Berita mengejutkan datang dari negeri tetangga kita, Singapura dimana salah satu moda transportasi yang menjadi tulang punggung warganya, Singapore MRT (SMRT) jalur Bandara Internasional Changi ditutup. Penutupan jalur ini dibumbui tanda tanya besar di setiap benak para pengguna setianya, “Apakah jalur ini kurang menghasilkan seperti jalur yang lainnya?”. Tak ayal, penutupan jalur ini berbuntut pada antrean penumpang yang hendak menggunakan jasanya.
Baca Juga: Sering ‘Ngaret,’ Minat Warga Singapura Gunakan MRT Terus Menurun
Sebagaimana yang dihimpun KabarPenumpang.com dari laman straitstimes.com (21/1/2018), para penumpang yang hendak menggunakan jasa SMRT diarahkan oleh pihak SMRT, beberapa sukarelawan dari Land Transport Authority (LTA), dan pihak Bandara Changi untuk menggunakan layanan bus antar-jemput yang tersedia di Terminal 3.
Namun Anda jangan dulu berpikiran yang negatif, karena layanan SMRT yang berada di Bandara Changi ini ditutup untuk sementara waktu lantaran adanya pekerjaan pemeliharaan yang dilakukan oleh operator SMRT. Penyediaan bus antar-jemput ini merupakan bentuk tanggung jawab pihak SMRT yang dinilai telah mengganggu kenyamanan para pengguna setianya. Nantinya penumpang akan diantarkan menuju stasiun SMRT terdekat untuk kembali melanjutkan perjalanannya.

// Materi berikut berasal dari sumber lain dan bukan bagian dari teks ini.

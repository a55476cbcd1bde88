package spin

import (
	"math"
	"runtime"

	"gonum.org/v1/gonum/blas"
	lapackgo "gonum.org/v1/gonum/lapack/gonum"
)

// symEigen diagonalises the symmetric n×n matrix a (row-major, upper
// triangle read) in place: on return column j of a is the eigenvector of
// vals[j]. The eigenvalues are not sorted. It returns false if the QL
// iteration did not converge.
//
// The Householder reduction to tridiagonal form and the formation of its
// orthogonal matrix Q use gonum's LAPACK (Dsytrd, Dorgtr), as mat.EigenSym
// does. The tridiagonal eigenproblem is solved by the implicit QL method
// with shifts (the tql2 algorithm of EISPACK). Unlike gonum's Dsteqr, which
// applies every plane rotation to two columns of the row-major Q (a stride
// of n between elements, one cache line per element), the rotations of
// several QL sweeps are stored and then applied row by row, so each row of
// Q is read once per batch and stays in L1 cache. Every element undergoes
// the same operations in the same order as in the column-wise scheme.
func symEigen(a []float64, n int) (vals []float64, ok bool) {
	d := make([]float64, n)
	if n == 1 {
		d[0] = a[0]
		a[0] = 1
		return d, true
	}
	// Scale entries of extreme size into a safe range, as LAPACK's Dsyev
	// does (user spin files may hold any finite shift or J).
	anrm := 0.0
	for _, v := range a {
		anrm = math.Max(anrm, math.Abs(v))
	}
	sigma := 1.0
	if anrm > 0 && anrm < 0x1p-480 {
		sigma = 0x1p-480 / anrm
	} else if anrm > 0x1p480 {
		sigma = 0x1p480 / anrm
	}
	if sigma != 1 {
		for i := range a {
			a[i] *= sigma
		}
	}
	var impl lapackgo.Implementation
	e := make([]float64, n) // e[n-1] stays 0
	tau := make([]float64, n-1)
	query := []float64{0}
	impl.Dsytrd(blas.Upper, n, a, n, d, e, tau, query, -1)
	lwork := int(query[0])
	impl.Dorgtr(blas.Upper, n, a, n, tau, query, -1)
	lwork = max(lwork, int(query[0]), 1)
	work := make([]float64, lwork)
	impl.Dsytrd(blas.Upper, n, a, n, d, e, tau, work, lwork)
	impl.Dorgtr(blas.Upper, n, a, n, tau, work, lwork)
	e[n-1] = 0
	if !tql(d, e, a, n) {
		return nil, false
	}
	if sigma != 1 {
		for i := range d {
			d[i] /= sigma
		}
	}
	return d, true
}

// rotBatch collects the plane rotations of successive QL sweeps; flush
// applies them to the columns of the row-major n×n matrix z, row by row.
type rotBatch struct {
	c, s   []float64
	sweeps []sweep
}

// sweep is one QL sweep: rotations hi, hi−1, …, lo (rotation i mixes
// columns i and i+1), stored from index off of c and s.
type sweep struct{ hi, lo, off int }

// maxBatch is the number of stored rotations, in units of n, after which
// they are applied to Q.
const maxBatch = 16

func (rb *rotBatch) flush(z []float64, n int) {
	if len(rb.sweeps) == 0 {
		return
	}
	// Rows are independent: large matrices are shared among up to
	// GOMAXPROCS goroutines in runs of rows that are multiples of 4.
	parts := min(runtime.GOMAXPROCS(0), n/minFlushRows)
	if parts <= 1 {
		rb.apply(z, n, 0, n)
	} else {
		per := (n/parts + 3) &^ 3
		parallel(parts, func(p int) {
			rb.apply(z, n, min(p*per, n), min((p+1)*per, n))
		})
	}
	rb.c, rb.s, rb.sweeps = rb.c[:0], rb.s[:0], rb.sweeps[:0]
}

// minFlushRows is the number of rows below which flush does not split its
// work among goroutines.
const minFlushRows = 64

// apply applies the stored rotations to rows lo … hi−1 of z.
func (rb *rotBatch) apply(z []float64, n, lo, hi int) {
	// Rotation i takes the value of element i+1 just written by rotation
	// i+1 (h, kept in a register) and element i (x): element i+1 is final,
	// the new element i is carried to rotation i−1. Within one row this is
	// a chain of dependent operations; four rows give four independent
	// chains.
	k := lo
	for ; k+4 <= hi; k += 4 {
		r0 := z[k*n : (k+1)*n]
		r1 := z[(k+1)*n : (k+2)*n]
		r2 := z[(k+2)*n : (k+3)*n]
		r3 := z[(k+3)*n : (k+4)*n]
		for _, sw := range rb.sweeps {
			cs := rb.c[sw.off : sw.off+sw.hi-sw.lo+1]
			ss := rb.s[sw.off : sw.off+sw.hi-sw.lo+1]
			ss = ss[:len(cs)]
			hi := sw.hi
			h0, h1, h2, h3 := r0[hi+1], r1[hi+1], r2[hi+1], r3[hi+1]
			for t, c := range cs {
				s := ss[t]
				i := hi - t
				x0, x1, x2, x3 := r0[i], r1[i], r2[i], r3[i]
				r0[i+1], r1[i+1], r2[i+1], r3[i+1] = s*x0+c*h0, s*x1+c*h1, s*x2+c*h2, s*x3+c*h3
				h0, h1, h2, h3 = c*x0-s*h0, c*x1-s*h1, c*x2-s*h2, c*x3-s*h3
			}
			lo := sw.lo
			r0[lo], r1[lo], r2[lo], r3[lo] = h0, h1, h2, h3
		}
	}
	for ; k < hi; k++ {
		row := z[k*n : (k+1)*n]
		for _, sw := range rb.sweeps {
			cs := rb.c[sw.off : sw.off+sw.hi-sw.lo+1]
			ss := rb.s[sw.off : sw.off+sw.hi-sw.lo+1]
			h := row[sw.hi+1]
			for t, c := range cs {
				s := ss[t]
				i := sw.hi - t
				x := row[i]
				row[i+1] = s*x + c*h
				h = c*x - s*h
			}
			row[sw.lo] = h
		}
	}
}

// tql finds the eigenvalues (into d) and eigenvectors (rotations applied to
// the columns of z, which holds Q on entry) of the symmetric tridiagonal
// matrix with diagonal d and off-diagonal e[0..n-2] (e[n-1] = 0); e is
// destroyed. It returns false after 30 iterations without convergence for
// one eigenvalue.
func tql(d, e, z []float64, n int) bool {
	const eps = 0x1p-52
	rb := &rotBatch{c: make([]float64, 0, maxBatch*n+n), s: make([]float64, 0, maxBatch*n+n)}
	f, tst1 := 0.0, 0.0
	for l := 0; l < n; l++ {
		tst1 = math.Max(tst1, math.Abs(d[l])+math.Abs(e[l]))
		m := l
		for m < n-1 && math.Abs(e[m]) > eps*tst1 {
			m++
		}
		for iter := 0; m > l; iter++ {
			if iter == 30 {
				return false
			}
			// Shift from the leading 2×2 block.
			g := d[l]
			p := (d[l+1] - g) / (2 * e[l])
			r := math.Hypot(p, 1)
			if p < 0 {
				r = -r
			}
			d[l] = e[l] / (p + r)
			d[l+1] = e[l] * (p + r)
			dl1 := d[l+1]
			h := g - d[l]
			for i := l + 2; i < n; i++ {
				d[i] -= h
			}
			f += h
			// Implicit QL sweep from m−1 down to l.
			p = d[m]
			c, c2, c3 := 1.0, 1.0, 1.0
			el1 := e[l+1]
			s, s2 := 0.0, 0.0
			off := len(rb.c)
			for i := m - 1; i >= l; i-- {
				c3, c2, s2 = c2, c, s
				g = c * e[i]
				h = c * p
				r = math.Hypot(p, e[i])
				e[i+1] = s * r
				s, c = e[i]/r, p/r
				p = c*d[i] - s*g
				d[i+1] = h + s*(c*g+s*d[i])
				rb.c = append(rb.c, c)
				rb.s = append(rb.s, s)
			}
			rb.sweeps = append(rb.sweeps, sweep{hi: m - 1, lo: l, off: off})
			if len(rb.c) >= maxBatch*n {
				rb.flush(z, n)
			}
			p = -s * s2 * c3 * el1 * e[l] / dl1
			e[l] = s * p
			d[l] = c * p
			if math.Abs(e[l]) <= eps*tst1 {
				break
			}
		}
		d[l] += f
		e[l] = 0
	}
	rb.flush(z, n)
	return true
}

Para penumpang akan dikenakan biaya sebesar SG$1 atau yang senilai dengan Rp10.000 untuk perjalanan menuju Stasiun MRT Bugis menggunakan bus ekspres setiap 15 hingga 18 menit sekali. Sedangkan bagi para penumpang yang hendak bertolak menuju Stasiun MRT Tanah Merah dan Expo dapat menggunakan layanan shuttle bus yang berangkat setiap tiga hingga lima menit sekali di kala peak hours.

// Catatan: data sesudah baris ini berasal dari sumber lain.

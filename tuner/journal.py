"""Optuna's journal storage kept in a SQL table: one row per storage operation.

Why not Optuna's ``RDBStorage``: it spreads each trial over a dozen ORM tables, spends
about 30 queries on starting a trial and commits every parameter, report and attribute
apart (50-100 ms of bookkeeping per trial on SQLite, ``benchmarks/overhead.py``), and
hands one enqueued trial to two processes on SQLite (docs/measured-facts.md §2). The journal writes
one small row per operation and each process reads only rows it has not seen yet; the
trials stay in the same database (SQLite file or PostgreSQL) as everything else.

Rows of one study are numbered 0, 1, 2, ... without gaps, and every process replays them
in that order, so all agree on trial numbers and on who took an enqueued trial. A row's
number is one more than the largest committed before it, under the primary key
``(study, seq)``: a writer that raced another for a number gets an IntegrityError and
tries again, so a number becomes visible only after every smaller one. On SQLite each
append is one ``BEGIN IMMEDIATE`` transaction and never races.

Heartbeats (Optuna's ``BaseHeartbeat``, driven by its optimize loop): the process
running a trial stamps a row in ``gk_trial_beats`` every interval; a running trial whose
stamp (or start, before its first stamp) is older than the grace period is failed by the
next trial any process starts, as ``RDBStorage`` does.

A lost connection (a database restart, a network cut) is not an error here: reads,
appends and the stale-trial check wait and try again with growing pauses for up to
``RECONNECT_SECONDS``, so a trial that finishes while the database is away is written
once it is back. An append whose commit may have landed before the connection broke is
looked up by its nonce (``_n``, a key Optuna's replay ignores) before it is tried again,
so a retry never writes an operation twice.

Fencing: a backend may be given a *fence*, a check run inside each append's write
transaction before its rows go in (the service passes one that asks whether the worker
still holds the job under its claim's epoch). When the fence says no, nothing is written
and :class:`JournalFenced` is raised: a writer cut off long enough to be replaced cannot
add trials, parameters or results to a study that is now someone else's. The tuner knows
nothing of jobs or workers; the fence is only a callable over the transaction's connection.
"""

from __future__ import annotations

import json
import logging
import time
import uuid
from collections.abc import Callable, Iterable
from typing import Any

import optuna
import sqlalchemy as sa
from optuna.storages import JournalStorage
from optuna.storages._heartbeat import BaseHeartbeat
from optuna.storages.journal import BaseJournalBackend
from optuna.trial import FrozenTrial, TrialState
from sqlalchemy.engine import Engine

# The tables, engines, connection settings and retry live apart (SQLAlchemy only), so a
# process that only needs them (the API creating the schema) does not load Optuna.
from tuner.journal_db import (  # noqa: F401
    BEATS,
    JOURNAL,
    POSTGRES_CONNECT_ARGS,
    RECONNECT_SECONDS,
    create_tables,
    dispose_engines,
    engine,
    is_transient,
    with_reconnect,
)

_APPEND_ATTEMPTS = 1000
log = logging.getLogger("tuner.journal")

#: Run inside an append's write transaction, with its connection, before the rows are
#: written; False refuses the append (see the module docstring). It may lock rows: they
#: stay locked until the append commits, so the check and the write cannot be split by a
#: competing claim.
Fence = Callable[[sa.Connection], bool]


class JournalFenced(RuntimeError):
    """An append to a study's journal was refused by its fence: this writer no longer
    holds the study. Nothing of the refused operations was written."""


# Numbered in the statement that inserts it, so an append is one round trip. The two
# statements go straight to the driver (through SQLAlchemy's pool): they run a dozen times
# per trial, and SQLAlchemy's own execution path cost 0.6 ms per append and 0.3 ms per
# read here against 0.1 ms and 0.01 ms on the bare connection (SQLite, measured).
_APPEND = ("INSERT INTO gk_trial_journal (study, seq, body) "
           "SELECT {p}, COALESCE(MAX(seq), -1) + 1, {p} FROM gk_trial_journal "
           "WHERE study = {p} RETURNING seq")
_READ = "SELECT body FROM gk_trial_journal WHERE study = {p} AND seq >= {p} ORDER BY seq"
_FIND = "SELECT seq FROM gk_trial_journal WHERE study = {p} AND body = {p}"


def _sql(template: str, made: Engine) -> str:
    return template.format(p="?" if made.dialect.paramstyle == "qmark" else "%s")


class SQLJournalBackend(BaseJournalBackend):
    """The journal of one study, as rows of ``gk_trial_journal``.

    Optuna reads right after each append; when nothing came in between, the rows it asks
    for are the ones just written, and they are handed back without a query.
    """

    def __init__(self, url: str, study: str, fence: Fence | None = None) -> None:
        self.url = url
        self.study = study
        self._fence = fence
        self._last: tuple[int, list[str]] | None = None  # (first seq, bodies) just written
        reader, writer = engine(url), engine(url, writer=True)
        self._read_sql, self._append_sql = _sql(_READ, reader), _sql(_APPEND, writer)
        self._find_sql = _sql(_FIND, reader)
        self._sqlite = url.startswith("sqlite")

    def read_logs(self, log_number_from: int) -> Iterable[dict[str, Any]]:
        last, self._last = self._last, None
        if last is not None and last[0] == log_number_from:
            # Rows after ours (other processes') are picked up by the next read. Parsed
            # back from JSON, so this process sees exactly what the others will.
            return [json.loads(body) for body in last[1]]
        bodies = with_reconnect(lambda: self._read(log_number_from), "journal read")
        return [json.loads(body) for body in bodies]

    def _read(self, log_number_from: int) -> list[str]:
        conn = engine(self.url).raw_connection()
        try:
            cursor = conn.cursor()
            cursor.execute(self._read_sql, (self.study, log_number_from))
            bodies = [row[0] for row in cursor.fetchall()]
            cursor.close()
        except BaseException as exc:
            _discard_if_lost(conn, exc)
            raise
        finally:
            conn.close()  # back to the pool, which rolls back PostgreSQL's read transaction
        return bodies

    def append_logs(self, logs: list[dict[str, Any]]) -> None:
        # The nonce makes each body unique, so an append can be found again (see below).
        nonce = uuid.uuid4().hex
        bodies = [json.dumps({**log, "_n": f"{nonce}{i}"}, separators=(",", ":"))
                  for i, log in enumerate(logs)]
        deadline = time.monotonic() + RECONNECT_SECONDS
        pause = 0.1
        while True:
            try:
                seqs = self._append(bodies)
                break
            except JournalFenced:
                log.warning("study %s: journal append refused by its fence (this process no "
                            "longer holds the study); %d operation(s) dropped: %s",
                            self.study, len(logs), _op_names(logs))
                raise
            except Exception as exc:
                if not is_transient(exc) or time.monotonic() + pause > deadline:
                    raise
                log.warning("journal append: database unreachable (%s); retrying",
                            type(exc).__name__)
            time.sleep(pause)
            pause = min(2.0, pause * 2)
            # The connection may have broken after the commit landed: look before writing.
            try:
                found = self._committed(bodies)
            except Exception as exc:
                if not is_transient(exc):
                    raise
                continue
            if found is not None:
                seqs = found
                break
        # Consecutive within one transaction, so the logs are rows seqs[0], +1, ...
        self._last = (seqs[0], bodies) if seqs else None

    def _committed(self, bodies: list[str]) -> list[int] | None:
        """The rows of ``bodies`` if an earlier try committed them (one transaction: all
        or none), else None."""
        if not bodies:
            return None
        conn = engine(self.url).raw_connection()
        try:
            cursor = conn.cursor()
            cursor.execute(self._find_sql, (self.study, bodies[0]))
            row = cursor.fetchone()
            cursor.close()
        except BaseException as exc:
            _discard_if_lost(conn, exc)
            raise
        finally:
            conn.close()
        return None if row is None else list(range(row[0], row[0] + len(bodies)))

    def _append(self, bodies: list[str]) -> list[int]:
        if self._fence is not None:
            return self._append_fenced(bodies, self._fence)
        made = engine(self.url, writer=True)
        conflict = made.dialect.loaded_dbapi.IntegrityError
        for _ in range(_APPEND_ATTEMPTS):
            conn = made.raw_connection()
            try:
                cursor = conn.cursor()
                if self._sqlite:  # the driver is in autocommit mode on this engine
                    cursor.execute("BEGIN IMMEDIATE")
                seqs = []
                for body in bodies:
                    cursor.execute(self._append_sql, (self.study, body, self.study))
                    seqs.append(_first(cursor.fetchone()))
                if self._sqlite:
                    cursor.execute("COMMIT")
                else:
                    conn.commit()
                cursor.close()
            except conflict:
                conn.rollback()
                continue  # another process took that number first: take the next one
            except BaseException as exc:
                if not _discard_if_lost(conn, exc):
                    conn.rollback()
                raise
            finally:
                conn.close()
            return seqs
        raise RuntimeError(f"could not append to the journal of study '{self.study}'")

    def _append_fenced(self, bodies: list[str], fence: Fence) -> list[int]:
        """``_append`` with the fence checked first in the same transaction. Through a
        SQLAlchemy connection, so the fence can use Core statements; the rows still go
        through the driver's cursor (see ``_APPEND``)."""
        made = engine(self.url, writer=True)
        conflict = made.dialect.loaded_dbapi.IntegrityError
        for _ in range(_APPEND_ATTEMPTS):
            conn = made.connect()
            try:
                trans = conn.begin()  # SQLite: BEGIN IMMEDIATE (the writer engine's event)
                if not fence(conn):
                    trans.rollback()
                    raise JournalFenced(f"study '{self.study}': append refused by its fence")
                cursor = conn.connection.cursor()
                seqs = []
                for body in bodies:
                    cursor.execute(self._append_sql, (self.study, body, self.study))
                    seqs.append(_first(cursor.fetchone()))
                cursor.close()
                trans.commit()
            except conflict:
                conn.rollback()
                continue  # another process took that number first: take the next one
            except BaseException as exc:
                if isinstance(exc, Exception) and is_transient(exc):
                    if not conn.invalidated:
                        conn.invalidate()
                elif conn.in_transaction():
                    conn.rollback()
                raise
            finally:
                conn.close()
            return seqs
        raise RuntimeError(f"could not append to the journal of study '{self.study}'")


def _op_names(logs: list[dict[str, Any]]) -> str:
    """Optuna's operation codes of ``logs`` as words, for the refusal's log line."""
    try:  # a private module of Optuna's: numbers will do if it moves
        from optuna.storages.journal._storage import JournalOperation
    except ImportError:
        return ", ".join(str(entry.get("op_code")) for entry in logs)
    names = []
    for entry in logs:
        try:
            names.append(JournalOperation(int(entry.get("op_code", -1))).name.lower())
        except ValueError:
            names.append(str(entry.get("op_code")))
    return ", ".join(names)


def _discard_if_lost(conn: Any, exc: BaseException) -> bool:
    """Invalidate a pooled connection that ``exc`` shows to be lost, so the pool neither
    hands it out again nor logs a failed rollback of it; True if it was discarded."""
    if isinstance(exc, Exception) and is_transient(exc):
        conn.invalidate()
        return True
    return False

Namun, walaupun para penggunanya sempat didera kebingungan akibat penutupan tersebut, nyatanya SMRT tetap tidak kehilangan pasar. “Saya akan menggunakan shuttle bus menuju Stasiun Bugis dan tetap menggunakan layanan SMRT,” ungkap seorang komuter bernama Mary Ling.
Senada dengan Mary, salah seorang mahasiswa asal Swedia yang tengah mengikuti program pertukaran pelajar di Nanyang Technological University juga mengaku tetap setia dengan layanan yang diberikan oleh SMRT. “Mungkin akan membawa saya 15 hingga 20 menit lebih lama untuk sampai tujuan,namun itu tidaklah menjadi masalah,” ungkap mahasiswa yang enggan menyebutkan namanya tersebut.

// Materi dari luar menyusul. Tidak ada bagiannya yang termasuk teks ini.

import { describe, expect, it } from 'vitest'
import { lineMargin } from '../../../utils/specLines'
import { areaForTarget, yieldLoss } from '../../../utils/yieldCurve'

describe('lineMargin', () => {
  it('is the headroom as a share of the limit, positive inside the spec', () => {
    // derived: (budget − value) / budget and (value − required) / required
    expect(lineMargin({ metric: 'totalAreaMm2', sense: 'max' }, 0.04, 0.05)).toBeCloseTo(0.2, 12)
    expect(lineMargin({ metric: 'maxUpdateRateHz', sense: 'min' }, 50e3, 100e3)).toBeCloseTo(-0.5, 12)
  })

  it('judges yield on what is lost: 99.85 % against a 99.7 % target keeps half the allowed loss', () => {
    // derived: allowed loss 0.3 %, loss 0.15 % → (0.3 − 0.15) / 0.3
    expect(lineMargin({ metric: 'yield', sense: 'min' }, 0.9985, 0.997)).toBeCloseTo(0.5, 9)
  })
})

describe('unit area for the target on the engine\'s yield curve', () => {
  // 2Φ(z) − 1 at z = 2, 3, 4 (standard normal table): 0.9545, 0.9973, 0.999937; with σ ∝ 1/√area
  // (Pelgrom) the margin z doubles when the area quadruples
  const curve = { unitAreaUm2: [1, 2.25, 4], yield: [0.9545, 0.9973, 0.999937] }
  it('returns a point of the curve exactly and the first area when it already meets the target', () => {
    expect(areaForTarget(curve, 0.9973)).toBeCloseTo(2.25, 9)
    expect(areaForTarget(curve, 0.9)).toBe(1)
  })
  it('interpolates log(loss) against log(area) in between, and says when no area reaches the target', () => {
    const a = areaForTarget(curve, 0.999)!
    // z = 3.2905 for 99.9 % (normal table) → area (3.2905/2)² = 2.707; log-log interpolation is first order: ±5 %
    expect(a).toBeGreaterThan(2.25)
    expect(Math.abs(a / 2.707 - 1)).toBeLessThan(0.05)
    expect(areaForTarget(curve, 0.9999999)).toBeNull()
    expect(yieldLoss(1)).toBe(1e-12)
  })
})
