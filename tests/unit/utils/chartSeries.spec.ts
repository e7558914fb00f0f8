import fc from 'fast-check'
import { describe, expect, it } from 'vitest'
import { decimateMinMax, logOrNull, seriesExtremes } from '../../../utils/chartSeries'

const series = fc.integer({ min: 1, max: 2000 }).chain(n => fc.record({
  codes: fc.constant(Array.from({ length: n }, (_, i) => i * 4)),
  min: fc.array(fc.option(fc.double({ min: -1e3, max: 1e3, noNaN: true }), { nil: null }), { minLength: n, maxLength: n }),
  max: fc.array(fc.option(fc.double({ min: -1e3, max: 1e3, noNaN: true }), { nil: null }), { minLength: n, maxLength: n })
}))

describe('decimateMinMax', () => {
  it('never draws more than the point budget and keeps the lowest and highest value and where they are', () => {
    fc.assert(fc.property(series, fc.integer({ min: 8, max: 300 }), (s, budget) => {
      const d = decimateMinMax(s, budget)
      expect(d.codes.length).toBeLessThanOrEqual(budget)
      const before = seriesExtremes(s)
      const after = seriesExtremes(d)
      // Min/max decimation keeps extremes exactly (derived: min of mins, max of maxes).
      expect(after.min).toBe(before.min)
      expect(after.max).toBe(before.max)
      // The bucket holding an extreme starts at or before the code where it was.
      if (before.minCode !== null) expect(after.minCode!).toBeLessThanOrEqual(before.minCode)
    }))
  })

  it('leaves a series within the budget as it is', () => {
    const s = { codes: [0, 1, 2], min: [1, null, -2], max: [3, null, 0] }
    expect(decimateMinMax(s, 4)).toBe(s)
  })

  it('merges whole buckets: 8 codes into 4 points of 2 codes each', () => {
    const s = { codes: [0, 1, 2, 3, 4, 5, 6, 7], min: [5, 1, 7, null, 2, 3, 9, 8], max: [6, 2, 8, null, 4, 3, 9, 10] }
    // Worked by hand (derived): each pair's lowest min and highest max, starting at its first code.
    expect(decimateMinMax(s, 4)).toEqual({ codes: [0, 2, 4, 6], min: [1, 7, 2, 8], max: [6, 8, 4, 10] })
  })
})

describe('logOrNull', () => {
  it('plots decades and leaves a gap where a logarithm has no value', () => {
    expect(logOrNull(1e-12)).toBeCloseTo(-12, 12)
    expect([logOrNull(0), logOrNull(-1), logOrNull(null)]).toEqual([null, null, null])
  })
})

Baca Juga: Sejarah MRT Singapura, Dibangun di Atas Keterbatasan Lahan
Diketahui, pada Bulan Januari ini, beberapa stasiun SMRT yang terhampar di East-West Line akan memiliki jam operasional yang lebih pendek pada akhir pekan, termasuk penutupan penuh yang terjadi pada tanggal 21 dan 28 Januari 2018. Dua penutupan layanan ini ditujukan untuk perawatan rel dan peningkatan layanan.
Hal serupa juga pernah terjadi pada akhir tahun 2017 kemarin. Sebanyak 17 stasiun di East-West Line dan dua stasiun di North-South Line memiliki jam operasional yang lebih pendek pada akhir pekan, dan penutupan penuh pada hari Minggu sebanyak dua pekan berturut-turut (10 dan 17 Desember).
Haruskah pemeliharaan jalur yang dilakukan oleh operator SMRT berbuntut pada penutupan sejumlah layanan? Dikutip dari laman resmi SMRT (smrt.com.sg), penutupan jalur ini merupakan dampak negatif dari instalasi sistem Communications-Based Train Control (CBTC) di East-West Line. “Prosesnya bisa memakan waktu 7,5 jam dalam semalam,” tulis pihak SMRT di laman resminya. “Rencananya pemasangan sistem komunikasi ini rampung pada Juni 2018.” imbuhnya.